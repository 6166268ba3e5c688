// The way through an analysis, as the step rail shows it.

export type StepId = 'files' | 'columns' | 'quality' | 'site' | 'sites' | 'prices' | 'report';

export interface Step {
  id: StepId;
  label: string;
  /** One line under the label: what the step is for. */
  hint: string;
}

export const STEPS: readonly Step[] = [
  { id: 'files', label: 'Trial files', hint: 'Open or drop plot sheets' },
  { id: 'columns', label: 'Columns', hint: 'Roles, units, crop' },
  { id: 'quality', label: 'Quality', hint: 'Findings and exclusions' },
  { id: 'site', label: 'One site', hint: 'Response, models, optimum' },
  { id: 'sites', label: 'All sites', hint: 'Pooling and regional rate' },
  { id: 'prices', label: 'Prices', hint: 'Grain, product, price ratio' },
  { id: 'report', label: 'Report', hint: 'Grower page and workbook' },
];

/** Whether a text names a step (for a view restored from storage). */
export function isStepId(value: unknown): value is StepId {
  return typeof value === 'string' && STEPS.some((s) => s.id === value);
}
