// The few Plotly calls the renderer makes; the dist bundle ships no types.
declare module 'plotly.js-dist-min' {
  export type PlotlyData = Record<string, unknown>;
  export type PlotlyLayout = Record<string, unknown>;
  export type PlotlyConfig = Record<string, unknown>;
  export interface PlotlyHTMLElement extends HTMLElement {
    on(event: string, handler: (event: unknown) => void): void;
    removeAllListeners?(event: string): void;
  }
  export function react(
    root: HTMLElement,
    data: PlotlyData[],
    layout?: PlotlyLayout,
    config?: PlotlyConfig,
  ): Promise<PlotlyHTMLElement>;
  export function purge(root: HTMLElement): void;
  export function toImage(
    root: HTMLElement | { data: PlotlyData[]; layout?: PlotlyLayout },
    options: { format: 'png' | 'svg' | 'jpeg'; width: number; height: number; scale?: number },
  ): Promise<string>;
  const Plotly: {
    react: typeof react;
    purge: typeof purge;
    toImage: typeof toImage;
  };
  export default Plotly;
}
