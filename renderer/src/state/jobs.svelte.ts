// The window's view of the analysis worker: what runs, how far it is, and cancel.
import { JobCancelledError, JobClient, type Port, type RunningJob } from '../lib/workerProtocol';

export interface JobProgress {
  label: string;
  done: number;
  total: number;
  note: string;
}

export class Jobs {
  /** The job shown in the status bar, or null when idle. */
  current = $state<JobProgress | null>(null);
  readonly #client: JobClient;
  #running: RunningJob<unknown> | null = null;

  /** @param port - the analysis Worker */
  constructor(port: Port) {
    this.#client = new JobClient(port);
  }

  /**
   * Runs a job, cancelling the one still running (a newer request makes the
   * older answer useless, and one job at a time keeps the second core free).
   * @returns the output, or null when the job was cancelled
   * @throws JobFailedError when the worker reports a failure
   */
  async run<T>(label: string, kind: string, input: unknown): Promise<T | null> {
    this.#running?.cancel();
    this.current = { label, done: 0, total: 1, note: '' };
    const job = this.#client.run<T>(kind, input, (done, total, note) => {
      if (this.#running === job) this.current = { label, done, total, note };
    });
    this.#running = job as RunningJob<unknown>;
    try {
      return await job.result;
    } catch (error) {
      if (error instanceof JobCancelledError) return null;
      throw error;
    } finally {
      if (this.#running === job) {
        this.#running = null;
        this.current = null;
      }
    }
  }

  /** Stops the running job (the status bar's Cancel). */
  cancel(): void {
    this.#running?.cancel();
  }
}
┄┄┄┄┄┄┄┄┄┄┄┄┄┄┄┄┄┄┄┄
[PROBLEM TO SOLVE] Across all the entries above, how many lines hold the word "columns"? Answer with the number only.

[WORKED SOLUTION] 2